About this task: Count every line below that contains "type", then state the total with no other output.

Collected data:
┌──

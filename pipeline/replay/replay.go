// Package replay feeds a recorded run through an offline pipeline (the
// derivations and detectors of a configuration, built by the caller) and
// writes what the pipeline fans out: every sample and event as line
// protocol, or a CSV table, and the replayed run's summary.
//
// The pipeline is the same code the daemon runs; replay only stands in for
// the ingest loop, feeding the samples of one recorded time as one frame.
package replay

import (
	"encoding/json"
	"errors"
	"fmt"
	"io"
	"os"
	"path/filepath"
	"strings"
	"time"

	"github.com/plenum-engine/plenum/pipeline"
	"github.com/plenum-engine/plenum/pipeline/display"
	"github.com/plenum-engine/plenum/pipeline/record"
)

// Config configures a replay.
type Config struct {
	// Pipeline builds the derivations and detectors to replay through, over
	// reg, which already holds the recorded channels. It is called once per
	// replay. The pipeline is fed with ProcessFrame, never run; it must not
	// read or write live state. Required.
	Pipeline func(reg *pipeline.Registry) (*pipeline.Pipeline, error)
	// Channel describes a recorded channel by name (quantity, unit, range,
	// sensor); the recorded source is set on it. A name it does not know
	// (false) is registered bare, its name as its quantity. Nil:
	// CataloguedChannel.
	Channel func(name string) (pipeline.Channel, bool)
	// Vehicle is the vehicle tag of the output lines and of the summary.
	Vehicle string
	// Run is the run tag of the output lines and the summary's run id
	// (RunID derives one from the recorded run). Empty: "replay".
	Run string
	// Of is the id of the recorded run, and ConfigUsed the configuration
	// replayed with (its path, or "the run's own"), both stated in the
	// summary; empty: not stated.
	Of, ConfigUsed string
	// CSV writes a wide table instead of line protocol: one row per
	// frame time, one column per channel with its unit in the header (see
	// csv.go).
	CSV bool
	// Display, when set, writes the CSV's values in its units, rounded as
	// a person reads them; nil: canonical units, every digit.
	Display *display.Formatter
	// Events, when set, is a file the events are written to as CSV (see
	// csv.go).
	Events string
	// Out is the output file. Empty: the writer given to Run.
	Out string
	// Summary, when set, is a file the replayed run's summary (JSON) is
	// written to.
	Summary string
}

// Input is a recorded run to replay or plot: its data files in recorded
// order, and its directory.
type Input struct {
	Files  []string
	RunDir string // the run's directory; empty for a bare line-protocol file
}

// RunID derives the run id of in's replay from the recorded run's
// (OriginalID): "<id>-replay". Two replays of different runs pushed to one
// database keep apart.
func RunID(in Input) string { return OriginalID(in) + "-replay" }

// OriginalID is the id of the recorded run in: the id in its run.json, else
// its directory's name, or for a bare file its name without .lp or .lp.gz.
func OriginalID(in Input) string {
	if in.RunDir != "" {
		var m record.Meta
		if b, err := os.ReadFile(filepath.Join(in.RunDir, "run.json")); err == nil && json.Unmarshal(b, &m) == nil && m.ID != "" {
			return m.ID
		}
	}
	name := in.RunDir
	if name == "" && len(in.Files) > 0 {
		name = in.Files[0]
	}
	return strings.TrimSuffix(strings.TrimSuffix(filepath.Base(filepath.Clean(name)), ".gz"), ".lp")
}

// Resolve finds the input named in: a run directory, a run id under dir, or
// a line-protocol file. A run directory yields its .lp and .lp.gz files in
// recorded order. Errors name in as the command line's -in.
func Resolve(in, dir string) (Input, error) {
	st, err := os.Stat(in)
	if err != nil && dir != "" {
		in = filepath.Join(dir, in)
		st, err = os.Stat(in)
	}
	if err != nil {
		return Input{}, fmt.Errorf("replay: -in %s: %w", in, err)
	}
	if !st.IsDir() {
		return Input{Files: []string{in}}, nil
	}
	files, err := record.DataFiles(in) // 0001.lp.gz, 0002.lp: one per segment, in recorded order
	if err != nil {
		return Input{}, fmt.Errorf("replay: -in %s: %w", in, err)
	}
	if len(files) == 0 {
		return Input{}, fmt.Errorf("replay: %s holds no .lp or .lp.gz files", in)
	}
	return Input{Files: files, RunDir: in}, nil
}

// ReadInputs reads the input's recorded input samples (not the derived ones,
// which a replay recomputes, nor events), in time order.
func (in Input) ReadInputs() (record.Recording, error) {
	rec, err := record.ReadInputs(in.Files)
	if err != nil {
		return record.Recording{}, fmt.Errorf("replay: %w", err)
	}
	return rec, nil
}

// ReadAll reads every recorded sample of the input, derived ones included,
// in time order.
func (in Input) ReadAll() (record.Recording, error) {
	rec, err := record.ReadAll(in.Files)
	if err != nil {
		return record.Recording{}, fmt.Errorf("replay: %w", err)
	}
	return rec, nil
}

// Run replays rec: it writes every sample and event the pipeline fans out
// to cfg.Out (or to w when Out is empty), writes the summary file when
// cfg.Summary is set, and returns the replayed run's summary. The output is
// written from a goroutine of its own while the next block is computed.
func Run(cfg Config, rec record.Recording, w io.Writer) (record.Summary, error) {
	var f *os.File
	if cfg.Out != "" {
		var err error
		if f, err = os.Create(cfg.Out); err != nil {
			return record.Summary{}, fmt.Errorf("replay: %w", err)
		}
		defer f.Close() // a second Close after the checked one below is harmless
		w = f
	}
	bw := newAsyncWriter(w, 1<<20)
	sum, events, err := replay(cfg, rec, bw)
	if cerr := bw.Close(); err == nil && cerr != nil {
		err = fmt.Errorf("replay: write: %w", cerr)
	}
	if err != nil {
		return record.Summary{}, err
	}
	if f != nil {
		if err := f.Close(); err != nil {
			return record.Summary{}, fmt.Errorf("replay: %w", err)
		}
	}
	if cfg.Events != "" {
		if err := writeEventsFile(cfg.Events, events); err != nil {
			return record.Summary{}, err
		}
	}
	if cfg.Summary != "" {
		if err := os.WriteFile(cfg.Summary, sum.JSON(), 0o644); err != nil {
			return record.Summary{}, fmt.Errorf("replay: summary: %w", err)
		}
	}
	return sum, nil
}

// CataloguedChannel describes a recorded channel from the channel
// catalogue; an OBD channel's sensor label is its name, as the OBD source
// registers it.
func CataloguedChannel(name string) (pipeline.Channel, bool) {
	ch, ok := pipeline.Catalogued(name)
	if ok && ch.Origin == pipeline.FromOBD {
		ch.Sensor = name
	}
	return ch, ok
}

// register registers the recorded series in a new registry and returns it
// with the channel ID of each recording key.
func register(cfg Config, rec record.Recording) (*pipeline.Registry, []pipeline.ChannelID, error) {
	lookup := cfg.Channel
	if lookup == nil {
		lookup = CataloguedChannel
	}
	reg := pipeline.NewRegistry()
	ids := make([]pipeline.ChannelID, len(rec.Keys))
	for i, k := range rec.Keys {
		ch, ok := lookup(k.Channel)
		if !ok {
			ch = pipeline.Channel{Name: k.Channel, Quantity: k.Channel}
		}
		ch.Source = k.Source
		id, err := reg.Register(ch)
		if err != nil {
			return nil, nil, fmt.Errorf("replay: %w", err)
		}
		ids[i] = id
	}
	return reg, ids, nil
}

// replay runs the samples through the pipeline synchronously, writes every
// sample and event the pipeline fans out, and returns the summary of the
// replayed run and its events.
func replay(cfg Config, rec record.Recording, w io.Writer) (record.Summary, []pipeline.Event, error) {
	if cfg.Pipeline == nil {
		return record.Summary{}, nil, errors.New("replay: no pipeline to replay through")
	}
	reg, ids, err := register(cfg, rec)
	if err != nil {
		return record.Summary{}, nil, err
	}
	in := rec.Points
	p, err := cfg.Pipeline(reg)
	if err != nil {
		return record.Summary{}, nil, err
	}
	sub := p.Subscribe("replay", 1<<12)
	run := cfg.Run
	if run == "" {
		run = "replay"
	}
	enc := record.NewEncoder(run, cfg.Vehicle, reg)
	var table *wideCSV
	if cfg.CSV {
		table = newWideCSV(w, reg.Channels(), cfg.Display)
	}
	var buf []pipeline.Sample
	var evs, all []pipeline.Event
	// Samples of one time (one serial line, one OBD answer) are one frame,
	// as the live ingest loop takes them.
	var frame []pipeline.Sample
	for i := 0; i < len(in); {
		frame = frame[:0]
		t := time.Unix(0, in[i].NS)
		for j := i; j < len(in) && in[j].NS == in[i].NS; j++ {
			r := in[j]
			frame = append(frame, pipeline.Sample{Channel: ids[r.Key], Value: r.Value, Quality: r.Quality, Time: t})
		}
		i += len(frame)
		p.ProcessFrame(frame)
		buf, evs = sub.Drain(buf[:0], evs[:0])
		for _, s := range buf {
			enc.Write(s) // the summary sees every sample, in CSV mode too
			if table != nil {
				table.add(s)
			}
		}
		for _, e := range evs {
			enc.WriteEvent(e)
		}
		if cfg.Events != "" {
			all = append(all, evs...)
		}
		b := enc.TakeBytes()
		if table == nil {
			if _, err := w.Write(b); err != nil {
				return record.Summary{}, nil, fmt.Errorf("replay: write: %w", err)
			}
		}
	}
	if sub.Dropped() > 0 {
		return record.Summary{}, nil, errors.New("replay: samples were dropped; this is a bug")
	}
	if table != nil {
		if err := table.close(); err != nil {
			return record.Summary{}, nil, fmt.Errorf("replay: write: %w", err)
		}
	}
	sum := enc.Summary()
	sum.ReplayOf, sum.ReplayConfig = cfg.Of, cfg.ConfigUsed
	return sum, all, nil
}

└──

Result of the task: 2